_TASK ITEM:_ With both ends included, transcribe exactly the records below from their first line to the line that contains "1, re.escape(data.name), absent=(out,))".

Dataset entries
@pytest.mark.parametrize("fmt", ["xpt", "sav", "dta", "parquet", "csv"])
def test_corrupted_in_the_middle(run_cli: Run, survey_copy: Callable[[str], Path],
                                 tmp_path: Path, fmt: str) -> None:
    data = survey_copy(fmt)
    data.write_bytes(_structural(fmt, data, data.read_bytes()))
    out = tmp_path / "out.csv"
    assert_error(run_cli(*_estimate(data, out)), 1, re.escape(data.name), absent=(out,))


def _commands(data: Path, tmp_path: Path, codebook: Path) -> dict[str, tuple[list[Any], Path]]:
    """Return command name -> (argv, output path it would write) for one data file."""
    return {
        "estimate": (_estimate(data, tmp_path / "est.csv"), tmp_path / "est.csv"),
        "nonresponse": (["nonresponse", data, "SLEEP", *DESIGN, "-o", tmp_path / "nr.json"],
                        tmp_path / "nr.json"),
        "convert": (["convert", data, tmp_path / "cache.parquet"], tmp_path / "cache.parquet"),
        "draft": (["codebook", "draft", data, "-o", tmp_path / "cb.toml"], tmp_path / "cb.toml"),
        "check": (["codebook", "check", data, codebook], tmp_path / "nothing"),
        "columns": (["columns", data], tmp_path / "nothing"),
    }


def _missing(tmp_path: Path) -> Path:
    return tmp_path / "no_such_survey.sav"


def _folder(tmp_path: Path) -> Path:
    folder = tmp_path / "survey_folder.sav"
    folder.mkdir()
    return folder


def _unknown_type(tmp_path: Path) -> Path:
    path = tmp_path / "survey.xls"
    path.write_bytes(b"STRAT,PSU\n1,1\n")
    return path


def _empty(tmp_path: Path) -> Path:
    path = tmp_path / "empty.sav"
    path.write_bytes(b"")
    return path


FILE_CASES: dict[str, tuple[Callable[[Path], Path], str]] = {
    "missing": (_missing, r"does not exist|not found|no such"),
    "folder": (_folder, r"folder|directory"),
    "unknown-type": (_unknown_type, r"unknown|not a known|type|extension"),
    "empty": (_empty, r"empty|0 bytes"),
}


ALL_COMMANDS = ["estimate", "nonresponse", "convert", "draft", "check", "columns"]


@pytest.mark.parametrize(
    ("case", "command"),
    [(case, command) for case in sorted(FILE_CASES) for command in ALL_COMMANDS
     if case in ("missing", "empty") or command in ("estimate", "columns")],
)
def test_unusable_data_file(run_cli: Run, tmp_path: Path, codebook_file: Path, case: str,
                            command: str) -> None:
    make, what = FILE_CASES[case]
    data = make(tmp_path)
    argv, out = _commands(data, tmp_path, codebook_file)[command]
    assert_error(run_cli(*argv), 1, re.escape(data.name), what, absent=(out,))


@pytest.mark.parametrize("fmt", ["csv", "xpt", "sav", "dta", "parquet"])
def test_empty_file_of_each_type(run_cli: Run, tmp_path: Path, fmt: str) -> None:
    data = tmp_path / f"empty.{fmt}"
    data.write_bytes(b"")
    out = tmp_path / "out.csv"
    assert_error(run_cli(*_estimate(data, out)), 1, re.escape(data.name), r"empty|0 bytes",
                 absent=(out,))


def test_unreadable_data_file(run_cli: Run, survey_copy: Callable[[str], Path],
                              tmp_path: Path) -> None:
    data = survey_copy("sav")
    data.chmod(0)
    try:
        if not permissions_enforced(data):
            pytest.skip("running as root (or on a file system without permissions): "
                        "chmod 000 does not stop reading")
        out = tmp_path / "out.csv"
        assert_error(run_cli(*_estimate(data, out)), 1, re.escape(data.name),
                     r"permission|cannot be opened|not readable", absent=(out,))
    finally:
        data.chmod(0o644)


@pytest.mark.parametrize("command", ["estimate", "nonresponse", "convert", "draft", "check"])
@pytest.mark.parametrize("fmt", ["csv", "xpt", "sav", "dta", "parquet"])
def test_zero_rows(run_cli: Run, make_survey: Callable[..., Path], tmp_path: Path,
                   codebook_file: Path, fmt: str, command: str) -> None:
    if command != "estimate" and fmt != "sav":
        pytest.skip("every command is tried on one format; every format on one command")
    data = make_survey(f"header_only.{fmt}", lambda frame: frame.iloc[:0])
    argv, out = _commands(data, tmp_path, codebook_file)[command]
    assert_error(run_cli(*argv), 1, re.escape(data.name), r"no rows|zero rows|0 rows",
                 absent=(out,))


@pytest.mark.parametrize("command", ["estimate", "columns"])
def test_column_named_twice(run_cli: Run, survey_copy: Callable[[str], Path], tmp_path: Path,
                            codebook_file: Path, command: str) -> None:
    data = survey_copy("csv")
    text = data.read_text(encoding="utf-8").split("\n", 1)
    data.write_text(text[0].replace("AGE", "SLEEP") + "\n" + text[1], encoding="utf-8")
    argv, out = _commands(data, tmp_path, codebook_file)[command]
    assert_error(run_cli(*argv), 1, re.escape(data.name), "SLEEP",
                 r"twice|more than once|duplicate", absent=(out,))


@pytest.mark.parametrize("command", ["estimate", "draft"])
def test_csv_not_utf8(run_cli: Run, survey_copy: Callable[[str], Path], tmp_path: Path,
                      codebook_file: Path, command: str) -> None:
    data = survey_copy("csv")
    data.write_bytes(data.read_bytes().replace(b"north", b"nord\xe9", 1))  # latin-1 e-acute
    argv, out = _commands(data, tmp_path, codebook_file)[command]
    assert_error(run_cli(*argv), 1, re.escape(data.name), r"utf-?8", r"encoding",
                 absent=(out,))


def test_transport_label_not_utf8_reads_as_latin1(run_cli: Run, survey_copy: Callable[[str], Path],
                                                  tmp_path: Path) -> None:
    # A v5 transport file declares no encoding; the fast reader falls back to latin-1 per
    # value (common practice for files from older systems, no source), so the label survives.
    data = survey_copy("xpt")
    raw = data.read_bytes()
    data.write_bytes(raw.replace(b"Hours of sleep", b"Hours of sl\xe9ep"))  # same length
    out = tmp_path / "cb.toml"
    proc = run_cli("codebook", "draft", data, "-o", out)
    assert proc.returncode == 0, proc.stderr
    assert "Hours of sl\u00e9ep" in out.read_text(encoding="utf-8")


@pytest.mark.parametrize("fmt", ["sav", "dta"])
def test_label_not_utf8(run_cli: Run, survey_copy: Callable[[str], Path], tmp_path: Path,
                        fmt: str) -> None:
    data = survey_copy(fmt)
    raw = data.read_bytes()
    assert raw.count(b"Hours of sleep") == 1
    data.write_bytes(raw.replace(b"Hours of sleep", b"Hours of sl\xe9ep"))  # same length
    out = tmp_path / "cb.toml"
    # draft reads every label; an undecodable one must name the file and the way out.
    assert_error(run_cli("codebook", "draft", data, "-o", out), 1, re.escape(data.name),
                 r"encoding", absent=(out,))


# ---------------------------------------------------------------- columns

@pytest.mark.parametrize(
    ("option", "wrong", "right"),
    [("variable", "SLEPE", "SLEEP"), ("--weight", "WTT", "WT"), ("--strata", "STRATA", "STRAT"),
     ("--psu", "PSUS", "PSU"), ("--fpc", "FPCC", "FPC"), ("--by", "SMOKES", "SMOKE")],
)
def test_column_not_in_file(run_cli: Run, survey_files: dict[str, Path], tmp_path: Path,
                            option: str, wrong: str, right: str) -> None:
    data, out = survey_files["sav"], tmp_path / "out.csv"
    design = {"--weight": "WT", "--strata": "STRAT", "--psu": "PSU"}
    if option in design:
        design[option] = wrong
    argv: list[Any] = ["estimate", data, wrong if option == "variable" else "SLEEP"]
    argv += [x for pair in design.items() for x in pair]
    if option in ("--fpc", "--by"):
        argv += [option, wrong]
    line = assert_error(run_cli(*argv, "-o", out), 1, re.escape(data.name),
                        rf"'{wrong}'", absent=(out,))
    assert f"did you mean '{right}'?" in line


def test_variable_not_in_file_nonresponse(run_cli: Run, survey_files: dict[str, Path],
                                          tmp_path: Path) -> None:
    out = tmp_path / "nr.csv"
    line = assert_error(run_cli("nonresponse", survey_files["dta"], "SMOKER", *DESIGN,
                                "-o", out), 1, "'SMOKER'", absent=(out,))
    assert "did you mean 'SMOKE'?" in line


def test_text_column_as_weight(run_cli: Run, survey_files: dict[str, Path],
                               tmp_path: Path) -> None:
    out = tmp_path / "out.csv"
    assert_error(run_cli("estimate", survey_files["sav"], "SLEEP", "--weight", "REGION",
                         "-o", out), 1, "REGION", r"text|string|not numer", absent=(out,))


# ---------------------------------------------------------------- weights

def _set_weight(value: float) -> Callable[[Any], None]:
    def edit(frame: Any) -> None:
        frame.loc[7, "WT"] = value

    return edit


@pytest.mark.parametrize(
    ("edit", "what"),
    [(_set_weight(-1.0), r"negative"), (_set_weight(float("nan")), r"missing|blank|no value"),
     (_set_weight(float("inf")), r"infinite"),
     (lambda frame: frame.__setitem__("WT", 0.0), r"\b0\b|zero")],
    ids=["negative", "missing", "infinite", "all-zero"],
)
def test_bad_weights(run_cli: Run, make_survey: Callable[..., Path], tmp_path: Path,
                     edit: Callable[[Any], None], what: str) -> None:
    data, out = make_survey("bad_weight.csv", edit), tmp_path / "out.csv"
    line = assert_error(run_cli(*_estimate(data, out)), 1, "'?WT'?", what, absent=(out,))
    if "zero" not in what:
        assert re.search(r"row 8\b", line), line  # rows count from 1: frame row 7 is row 8


# ---------------------------------------------------------------- design

def _blank(column: str) -> Callable[[Any], None]:
    def edit(frame: Any) -> None:
        frame.loc[10, column] = np.nan

    return edit


@pytest.mark.parametrize("column", ["STRAT", "PSU"])
def test_missing_design_values(run_cli: Run, make_survey: Callable[..., Path], tmp_path: Path,
                               column: str) -> None:
    data, out = make_survey("gaps.csv", _blank(column)), tmp_path / "out.csv"
    assert_error(run_cli(*_estimate(data, out)), 1, column, r"row 11\b",
                 r"drop[-_]incomplete", absent=(out,))


def test_singleton_strata_fail(run_cli: Run, make_survey: Callable[..., Path],
                               tmp_path: Path) -> None:
    def single(frame: Any) -> None:
        frame.loc[frame["STRAT"].isin([2.0, 4.0]), "PSU"] = 1.0

    data, out = make_survey("singles.csv", single), tmp_path / "out.csv"
    assert_error(run_cli(*_estimate(data, out)), 1, r"\b2 strata", r"'?2'?,", r"'?4'?",
                 "certainty", "center", "collapse", absent=(out,))


def test_one_psu_in_total(run_cli: Run, make_survey: Callable[..., Path],
                          tmp_path: Path) -> None:
    data = make_survey("one_psu.csv", lambda frame: frame.__setitem__("PSU", 1.0))
    out = tmp_path / "out.csv"
    assert_error(run_cli("estimate", data, "SLEEP", "--weight", "WT", "--psu", "PSU",
                         "--singleton", "certainty", "-o", out), 1, r"\b1 PSU", r"at least 2",
                 absent=(out,))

_EXPECTED OUTPUT:_
@pytest.mark.parametrize("fmt", ["xpt", "sav", "dta", "parquet", "csv"])
def test_corrupted_in_the_middle(run_cli: Run, survey_copy: Callable[[str], Path],
                                 tmp_path: Path, fmt: str) -> None:
    data = survey_copy(fmt)
    data.write_bytes(_structural(fmt, data, data.read_bytes()))
    out = tmp_path / "out.csv"
    assert_error(run_cli(*_estimate(data, out)), 1, re.escape(data.name), absent=(out,))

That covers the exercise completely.